### PROBLEM DESCRIPTION
Write out again, exactly, the lines below starting at the one with "required = sizing[high_key].kv / low.kv" and ending at the one with "or accept on-off".

### SOURCE MATERIAL
def _supply_check(supply, design_pressure, result):
    """The supply against the steam-side pressure the design load needs; True when it is above it."""
    given = (supply / 1e5, "bar")
    if not math.isfinite(design_pressure):   # no steam pressure drives the design load: more than the critical
        critical = (CRITICAL_PRESSURE / 1e5, "bar")
        result.check_limit("Control valve supply pressure above the steam-side pressure needed at design load",
                           given, [(">", critical, "fail")], Phrase.of(
                               "supply {given:.4g}: the design load would need steam condensing above the critical "
                               "point, more than {critical:.5g}; no supply drives it. What the heater can take is in "
                               "the results (largest process flow, outlet temperature reached)", given=given,
                               critical=critical))
        return False
    needed = (design_pressure / 1e5, "bar")

    def detail(status):
        if status == "pass":
            return Phrase.of("supply {given:.4g} above the {needed:.4g} the steam side needs at design load (fouled "
                             "U): {drop:.4g} left for the control valve", given=given, needed=needed,
                             drop=((supply - design_pressure) / 1e5, "bar", "difference"))
        return Phrase.of("supply {given:.4g} is not above the {needed:.4g} the steam side needs at design load (fouled "
                         "U): with no pressure drop left for the control valve the heater cannot take the design load "
                         "from this supply; what it can take is in the results (largest process flow, outlet "
                         "temperature reached)", given=given, needed=needed)
    status = result.check_limit("Control valve supply pressure above the steam-side pressure needed at design load",
                                given, [(">", needed, "fail")], detail)
    return status == "pass"


def _control_valve(inputs, steam_side, fouled, clean, state, capacity, result):
    supply = inputs.control_valve_supply_pressure
    xt, characteristic, rangeability = valve_settings(inputs)
    kappa = _valve_inlet(inputs, state, result)
    reaches = _supply_check(supply, fouled[1.0], result)
    bases = [("", fouled)] + ([("clean_", clean)] if clean != fouled else [])
    both = len(bases) > 1
    sizing, flows, unsized = {}, {}, []
    for tag, pressures in bases:
        for load in LOADS:
            if pressures[load] >= supply:   # no pressure drop left: no Kv passes this load (the check above says so)
                unsized.append((tag, load))
                continue
            percent = int(round(load * 100))
            which = " (clean U)" if tag else " (fouled U)" if both else ""
            flow = load_steam_flow(load * steam_side, state.enthalpy, pressures[load])
            s = size_steam_valve(flow * 3600, supply / 1e3, pressures[load] / 1e3, state.density, kappa, xt)
            sizing[(tag, load)], flows[(tag, load)] = s, flow
            result.add(f"control_valve_kv_{tag}{percent}", f"Control valve Kv needed at {load:.0%} load{which}", s.kv,
                       "m**3/h")
            result.add(f"control_valve_choked_{tag}{percent}", f"Control valve choked at {load:.0%} load{which}",
                       s.choked)
    worked = [(("", 1.0), fouled)] if reaches else []
    if sizing:
        low_key = min(sizing, key=lambda k: sizing[k].kv)
        worked.append((low_key, dict(bases)[low_key[0]]))
    for key, pressures in worked:
        _kv_steps(key, both, sizing[key], flows[key], pressures[key[1]], steam_side, state, supply, kappa, xt, result)
    if not reaches:
        result.assumptions.append(
            "Control valve not sized at the loads whose steam-side pressure is at or above the supply ("
            + ", ".join(_case_label(key, both) for key in unsized) + "): no Kv passes them; the rangeability and the "
            "travel at design load are therefore not worked")
        if inputs.control_valve_rated_kv is not None:
            _rated_valve(inputs, sizing, unsized, both, characteristic, rangeability, capacity, result)
        return
    design, low = sizing[("", 1.0)], sizing[low_key]
    high_key = max(sizing, key=lambda k: sizing[k].kv)
    result.add("control_valve_kv", f"Control valve Kv needed at design load ({'fouled U: ' if both else ''}sizing case)",
               design.kv, "m**3/h")
    required = sizing[high_key].kv / low.kv
    result.work("Rangeability the duty needs", "R_req = Kv_max / Kv_min over the turndown loads", "Kv_max/Kv_min",
                required, Kv_max=_kv(sizing[high_key].kv), Kv_min=_kv(low.kv))
    result.add("required_rangeability", "Rangeability the duty needs (largest Kv over smallest)", required)
    result.add("control_valve_rangeability", "Inherent rangeability of the control valve", rangeability)
    # Ratios such as 17.3:1 are no quantities: they stay in the words, as they read in any units.
    cases = f"{_case_label(high_key, both)} to {_case_label(low_key, both)}"
    result.check_limit("Control valve rangeability", (required, ""), [("<=", (rangeability, ""), "warn")],
                       lambda status: Phrase.of(
                           f"the duty needs {required:.1f}:1 ({cases}); the valve gives {rangeability:g}:1"
                           + (": it cannot control down to the minimum load; consider two valves in parallel (split "
                              "range), or accept on-off control at the lowest loads" if status == "warn" else "")))
    if inputs.control_valve_rated_kv is not None:
        _rated_valve(inputs, sizing, unsized, both, characteristic, rangeability, capacity, result)


def _kv_steps(key, both, s, flow, p2, steam_side, state, supply, kappa, xt, result):
    """The steam flow and the Kv at one sizing case, worked."""
    label = _case_label(key, both)
    result.work(f"Steam through the control valve at {label}", "m = L·Q_s / (h1 − h_f(p2))", "L*Q_s/(h1 - h_f2)",
                flow * 3600, "kg/h", L=(key[1], ""), Q_s=(steam_side / 1e3, "kW"), h1=(state.enthalpy / 1e3, "kJ/kg"),
                h_f2=(SteamState.from_p_dryness(p2, 0.0).enthalpy / 1e3, "kJ/kg"))
    # IEC 60534-2-1's N6 = 3.16 holds for W in kg/h, p in kPa and ρ in kg/m³; Kv first, as the step finds it.
    result.work(f"Control valve Kv at {label}",
                "Kv = W / (N6·Y·√(min(x, x_choked)·p1·ρ1)), N6 = 3.16; x = (p1 − p2)/p1; x_choked = (κ/1.40)·xT; "
                "Y = 1 − min(x, x_choked)/(3·x_choked)",
                "W/(3.16*(1 - min((p1 - p2)/p1, kappa/1.4*x_T)/(3*(kappa/1.4*x_T)))"
                "*sqrt(min((p1 - p2)/p1, kappa/1.4*x_T)*p1*rho1))", s.kv, "m**3/h", units_fixed=True,
                role="flow_coefficient", W=(flow * 3600, "kg/h"), p1=(supply / 1e3, "kPa"), p2=(p2 / 1e3, "kPa"),
                kappa=(kappa, ""), x_T=(xt, ""), rho1=(state.density, "kg/m**3"))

### YOUR RESPONSE
    required = sizing[high_key].kv / low.kv
    result.work("Rangeability the duty needs", "R_req = Kv_max / Kv_min over the turndown loads", "Kv_max/Kv_min",
                required, Kv_max=_kv(sizing[high_key].kv), Kv_min=_kv(low.kv))
    result.add("required_rangeability", "Rangeability the duty needs (largest Kv over smallest)", required)
    result.add("control_valve_rangeability", "Inherent rangeability of the control valve", rangeability)
    # Ratios such as 17.3:1 are no quantities: they stay in the words, as they read in any units.
    cases = f"{_case_label(high_key, both)} to {_case_label(low_key, both)}"
    result.check_limit("Control valve rangeability", (required, ""), [("<=", (rangeability, ""), "warn")],
                       lambda status: Phrase.of(
                           f"the duty needs {required:.1f}:1 ({cases}); the valve gives {rangeability:g}:1"
                           + (": it cannot control down to the minimum load; consider two valves in parallel (split "
                              "range), or accept on-off control at the lowest loads" if status == "warn" else "")))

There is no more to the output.